Anyone seen this issue? My wife sometimes didn't get texts from anyone but if she reboots the phone they'll start coming in. It's almost daily that she won't get texts and won't unless she erases the inbox and reboots the phone. All vzw said when she called was to call *228

Sent from my Galaxy Nexus using RootzWiki


----------



## jellybellys (Apr 3, 2012)

What rom is she running?

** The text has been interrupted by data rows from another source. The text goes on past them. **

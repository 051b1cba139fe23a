/**
 * Secure by default, as `npm start` runs it (startServer): loopback without tokens starts;
 * an address other machines reach needs TOKENS_FILE or an explicit ALLOW_ANONYMOUS=true, and
 * the start-up line says which. Started for real on port 0 with a temporary DATA_DIR.
 */
import { existsSync } from 'node:fs'
import { mkdtemp, rm, writeFile } from 'node:fs/promises'
import { tmpdir } from 'node:os'
import { join } from 'node:path'
import { Writable } from 'node:stream'
import { afterEach, beforeEach, describe, expect, it } from 'vitest'
import { ConfigError } from '../../src/config.js'
import { createLogger } from '../../src/logger.js'
import { startServer, type ListeningReport } from '../../src/server.js'
import { REDIS_URL, redisAvailable, removePrefix, testPrefix } from '../integration/helpers.js'

const redis = await redisAvailable()

interface LogLine { level: number, msg: string, listening?: ListeningReport }

function capture (): { logger: ReturnType<typeof createLogger>, lines: LogLine[] } {
  const lines: LogLine[] = []
  const destination = new Writable({
    write (chunk: Buffer, _encoding, done) {
      for (const line of chunk.toString('utf8').split('\n')) if (line.trim() !== '') lines.push(JSON.parse(line))
      done()
    }
  })
  return { logger: createLogger({ level: 'info', destination }), lines }
}

describe('secure by default', () => {
  let dir: string
  beforeEach(async () => { dir = await mkdtemp(join(tmpdir(), 'memsweep-access-')) })
  afterEach(async () => { await rm(dir, { recursive: true, force: true }) })

  /** Starts, reads the start-up line and the answer of an anonymous request, and stops. */
  async function startAndProbe (env: Record<string, string>): Promise<{ line: LogLine, anonymous: number }> {
    const { logger, lines } = capture()
    const server = await startServer({ PORT: '0', WORKER_THREADS: '1', DATA_DIR: join(dir, 'data'), ...env }, logger)
    try {
      const started = lines.filter((l) => l.listening !== undefined)
      expect(started).toHaveLength(1)
      const port = new URL(server.address).port
      const host = env.HOST === '::1' ? '[::1]' : '127.0.0.1'
      const anonymous = (await fetch(`http://${host}:${port}/v1/sweeps`)).status
      return { line: started[0]!, anonymous }
    } finally {
      await server.close()
    }
  }

  it('listens on 127.0.0.1 by default, without tokens, and says why that is safe', async () => {
    const { line, anonymous } = await startAndProbe({})
    expect(line.listening!.address).toMatch(/^http:\/\/127\.0\.0\.1:\d+$/)
    expect(line.msg).toBe(`memsweep listening on ${line.listening!.address} (embedded backend, data in ${join(dir, 'data')}, authentication off: only this machine can connect)`)
    expect(anonymous).toBe(200)
  })

  it('counts the IPv6 loopback ::1 as loopback', async () => {
    const { line, anonymous } = await startAndProbe({ HOST: '::1' })
    expect(line.listening!.address).toMatch(/^http:\/\/\[::1\]:\d+$/)
    expect(line.listening!.authentication).toBe(false)
    expect(anonymous).toBe(200)
  })

  it('refuses 0.0.0.0 without tokens before it opens anything, naming the remedies', async () => {
    const { logger, lines } = capture()
    const dataDir = join(dir, 'never-created')
    const refusal = startServer({ PORT: '0', HOST: '0.0.0.0', WORKER_THREADS: '1', DATA_DIR: dataDir }, logger)
    await expect(refusal).rejects.toBeInstanceOf(ConfigError)
    await expect(refusal).rejects.toThrow(/HOST=0\.0\.0\.0 is reachable from other machines and TOKENS_FILE is not set/)
    expect(existsSync(dataDir)).toBe(false)
    expect(lines.filter((l) => l.listening !== undefined)).toEqual([])
  })

  it('serves 0.0.0.0 anonymously with ALLOW_ANONYMOUS=true, and says so', async () => {
    const { line, anonymous } = await startAndProbe({ HOST: '0.0.0.0', ALLOW_ANONYMOUS: 'true' })
    expect(line.msg).toMatch(/^memsweep listening on http:\/\/0\.0\.0\.0:\d+ \(embedded backend, data in .*, authentication off: anonymous access allowed by ALLOW_ANONYMOUS\)$/)
    expect(anonymous).toBe(200)
  })

  it('serves 0.0.0.0 with tokens: authentication on, anonymous requests get 401', async () => {
    const tokens = join(dir, 'tokens.txt')
    await writeFile(tokens, 'alice:alice-laptop-7f3a9c2e1b\n')
    const { line, anonymous } = await startAndProbe({ HOST: '0.0.0.0', TOKENS_FILE: tokens })
    expect(line.msg).toContain(`authentication on: tokens from ${tokens})`)
    expect(line.listening).toMatchObject({ backend: 'embedded', authentication: true, redis: null })
    expect(anonymous).toBe(401)
  })

  it.runIf(redis)('names the Redis backend by its URL, never its password, instead of a data folder', async () => {
    const prefix = testPrefix()
    try {
      const { line } = await startAndProbe({ REDIS_URL, REDIS_PREFIX: prefix })
      const shown = new URL(REDIS_URL)
      if (shown.password !== '') shown.password = '***'
      expect(line.msg).toBe(`memsweep listening on ${line.listening!.address} (Redis backend at ${shown.toString()}, authentication off: only this machine can connect)`)
      expect(line.listening).toMatchObject({ backend: 'redis', dataDir: null })
    } finally {
      await removePrefix(prefix)
    }
  })
})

Stock?


----------



## fixxxer2012 (Jul 31, 2011)

i also had problems sending texts today so it could be the network causing issues. maybe try a hard reset on the phone?


----------



## Brenardo (Jul 18, 2011)

Setting-apps-manage apps- messaging- clear data/cache

Give that a try

Sent from my Xoom using RootzWiki


----------



## Joshjunior (Jun 17, 2011)

It's stock non rooted. It's an ongoing issue over a month or two now. I'll give that a try

Sent from my Galaxy Nexus using RootzWiki


----------



## Joshjunior (Jun 17, 2011)

Brenardo said:


> Setting-apps-manage apps- messaging- clear data/cache
> 
> Give that a try
> 
> Sent from my Xoom using RootzWiki


This seems to have fixed the issue. Thanks guys!

Sent from my Galaxy Nexus using RootzWiki


----------